*Try it*
Somewhere below is a line with "def name(self, what: str)" and, later, a line with "len(self.text) else repr(self.text[start])"; repeat those two lines and all the lines between them, exactly as they are.

*** Opening of Listed records ***

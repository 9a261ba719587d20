"""Binary coupling trees: the notation, its strict parser, and the checks on a pair.

Notation (designed for tablegen, close to how physicists write a coupling)::

    ((a b)e c)f        a and b couple to e; e and c couple to f
    ((a b)e, (c d)g)J  a comma between the two parts is allowed

* A node is ``(`` part part ``)`` followed at once by the name of the value
  the two parts couple to; a part is a name (a leaf) or a node.
* Names are ASCII identifiers: a letter or ``_``, then letters, digits, ``_``.
* The order inside a node is the order of the Clebsch-Gordan coefficient
  ``<x mx; y my | z mz>``: swapping the two parts costs a phase.
* Values are bound to names separately (``a=1 b=1/2 c=1 e=3/2 f=5/2``).

Every rule that fails raises a one-line :class:`~tablegen.errors.TreeError`
naming the tree, the character position (counted from 1) and the rule.
"""

from __future__ import annotations

from typing import NamedTuple, Iterator, Union

from ..errors import QuantumNumberError, TreeError
from ..spins import half_text, parse_j

__all__ = ["Leaf", "Node", "Tree", "parse_tree", "TreePair", "parse_pair", "tree_text"]


class Leaf(NamedTuple):
    """One angular momentum being coupled."""

    name: str
    position: int = 0


class Node(NamedTuple):
    """Two parts coupled to the value called ``name``."""

    left: "Tree"
    right: "Tree"
    name: str
    position: int = 0


Tree = Union[Leaf, Node]

_START = frozenset("abcdefghijklmnopqrstuvwxyzABCDEFGHIJKLMNOPQRSTUVWXYZ_")
_REST = _START | frozenset("0123456789")


def tree_text(t: Tree) -> str:
    """The canonical text of a tree (one space between parts)."""
    if isinstance(t, Leaf):
        return t.name
    return f"({tree_text(t.left)} {tree_text(t.right)}){t.name}"


def leaves(t: Tree) -> Iterator[Leaf]:
    """The leaves from left to right."""
    if isinstance(t, Leaf):
        yield t
    else:
        yield from leaves(t.left)
        yield from leaves(t.right)


def nodes(t: Tree) -> Iterator[Node]:
    """The coupling nodes, children before parents."""
    if isinstance(t, Node):
        yield from nodes(t.left)
        yield from nodes(t.right)
        yield t


def clade(t: Tree) -> frozenset[str]:
    """The names of the leaves below a part: what a node couples, whatever the order."""
    return frozenset(leaf.name for leaf in leaves(t))


class _Parser:
    """Recursive descent over one tree text; positions are 1-based."""

    def __init__(self, text: str, which: str) -> None:
        self.text, self.which, self.i = text, which, 0

    def fail(self, rule: str, at: int | None = None) -> TreeError:
        return TreeError(self.which, self.text, (self.i if at is None else at) + 1, rule)

    def skip(self) -> None:
        while self.i < len(self.text) and self.text[self.i] in " \t":
            self.i += 1

    def name(self, what: str) -> tuple[str, int]:
        start = self.i
        if start >= len(self.text) or self.text[start] not in _START:
            found = "the end" if start >= len(self.text) else repr(self.text[start])
            raise self.fail(f"expected {what} (a letter or _ first), found {found}")
        self.i += 1
        while self.i < len(self.text) and self.text[self.i] in _REST:
            self.i += 1
        return self.text[start:self.i], start + 1

    def part(self) -> Tree:
        self.skip()
        if self.i < len(self.text) and self.text[self.i] == "(":
            return self.node()
        name, pos = self.name("'(' or a leaf name")
        return Leaf(name, pos)

    def node(self) -> Node:
        opened = self.i
        self.i += 1  # the '('
        left = self.part()
        self.skip()
        if self.i < len(self.text) and self.text[self.i] == ",":
            self.i += 1
        self.skip()
        if self.i < len(self.text) and self.text[self.i] == ")":
            raise self.fail("a node couples exactly two parts, found one")
        right = self.part()
        self.skip()
        if self.i >= len(self.text):
            raise self.fail(f"'(' at character {opened + 1} is never closed")
        if self.text[self.i] != ")":
            if self.text[self.i] in _START or self.text[self.i] in "(,":
                raise self.fail("a node couples exactly two parts, found a third")
            raise self.fail(f"unexpected character {self.text[self.i]!r}")
        self.i += 1
        if self.i >= len(self.text) or self.text[self.i] not in _START:
            raise self.fail("every ')' must be followed at once by the name of the coupled value")
        name, pos = self.name("the name of the coupled value")
        return Node(left, right, name, pos)

    def tree(self) -> Node:
        if not isinstance(self.text, str):
            raise TreeError(self.which, str(self.text), None, "a tree must be given as text")
        self.skip()
        if self.i >= len(self.text):
            raise self.fail("the tree is empty")
        if self.text[self.i] != "(":
            raise self.fail("a tree starts with '(' : it couples at least two angular momenta")
        t = self.node()
        self.skip()
        if self.i < len(self.text):
            raise self.fail(f"text after the end of the tree: {self.text[self.i]!r}")
        return t


def parse_tree(text: str, which: str = "tree") -> Node:
    """Parse one tree and check that its names are distinct (TreeError otherwise)."""
    t = _Parser(text, which).tree()
    seen: dict[str, tuple[str, int]] = {}
    for item in list(leaves(t)) + list(nodes(t)):
        kind = "leaf" if isinstance(item, Leaf) else "intermediate"
        if item.name in seen:
            first_kind, first_pos = seen[item.name]
            rule = (f"{kind} {item.name} used twice (first at character {first_pos})" if kind == first_kind
                    else f"name {item.name} clashes: {kind} here, {first_kind} at character {first_pos}")
            raise TreeError(which, text, item.position, rule)
        seen[item.name] = (kind, item.position)
    return t


class TreePair(NamedTuple):
    """Two trees over the same leaves, checked against each other."""

    first: Node
    second: Node
    first_text: str
    second_text: str

    def leaf_names(self) -> tuple[str, ...]:
        return tuple(leaf.name for leaf in leaves(self.first))

    def intermediate_names(self, which: int) -> tuple[str, ...]:
        """Names of the inner nodes of tree 1 or 2 (not the total), bottom-up."""
        t = self.first if which == 1 else self.second
        return tuple(n.name for n in nodes(t) if n is not t)

    def names(self) -> tuple[str, ...]:
        """Every name in either tree, each once: leaves, then tree 1, then tree 2."""
        out: list[str] = list(self.leaf_names())
        for t in (self.first, self.second):
            for n in nodes(t):
                if n.name not in out:
                    out.append(n.name)
        return tuple(out)


def parse_pair(text1: str, text2: str) -> TreePair:
    """Parse two trees and check that they couple the same leaves consistently."""
    t1, t2 = parse_tree(text1, "tree 1"), parse_tree(text2, "tree 2")
    l1 = {leaf.name: leaf for leaf in leaves(t1)}
    l2 = {leaf.name: leaf for leaf in leaves(t2)}
    for name, leaf in l1.items():
        if name not in l2:
            raise TreeError("tree 1", text1, leaf.position, f"leaf {name} is missing from tree 2")
    for name, leaf in l2.items():
        if name not in l1:
            raise TreeError("tree 2", text2, leaf.position, f"leaf {name} is missing from tree 1")
    inner1 = {n.name: n for n in nodes(t1)}
    for n in nodes(t2):
        other = inner1.get(n.name)
        if other is not None and clade(other) != clade(n):
            rule = (f"name {n.name} clashes: it couples {' '.join(sorted(clade(n)))} here"
                    f" but {' '.join(sorted(clade(other)))} in tree 1")
            raise TreeError("tree 2", text2, n.position, rule)
    return TreePair(t1, t2, text1, text2)


def bind_values(pair: TreePair, values: dict, *, free: tuple[str, ...] = (), max_j: int | None = None) -> dict[str, int]:
    """Doubled values for every name of the pair except those in ``free``.

    A missing value, a value for a name in neither tree, or totals that differ
    each raise a one-line error naming the argument.
    """
    known = pair.names()
    for name in values:
        if name not in known:
            raise QuantumNumberError(name, values[name], "not a name in either tree")
    out: dict[str, int] = {}
    for name in known:
        if name in free:
            if name in values:
                raise QuantumNumberError(name, values[name], "an intermediate of a matrix is an index: give no value")
            continue
        if name not in values:
            raise QuantumNumberError(name, "(missing)", "every leaf, intermediate and total needs a value")
        out[name] = parse_j(values[name], name, max_j)
    r1, r2 = pair.first.name, pair.second.name
    if r1 != r2 and out[r1] != out[r2]:
        raise QuantumNumberError(
            r2, half_text(out[r2]), f"unequal totals: tree 1 couples to {r1} = {half_text(out[r1])}"
        )
    return out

*** Close of Listed records ***

*Solution for this problem*
    def name(self, what: str) -> tuple[str, int]:
        start = self.i
        if start >= len(self.text) or self.text[start] not in _START:
            found = "the end" if start >= len(self.text) else repr(self.text[start])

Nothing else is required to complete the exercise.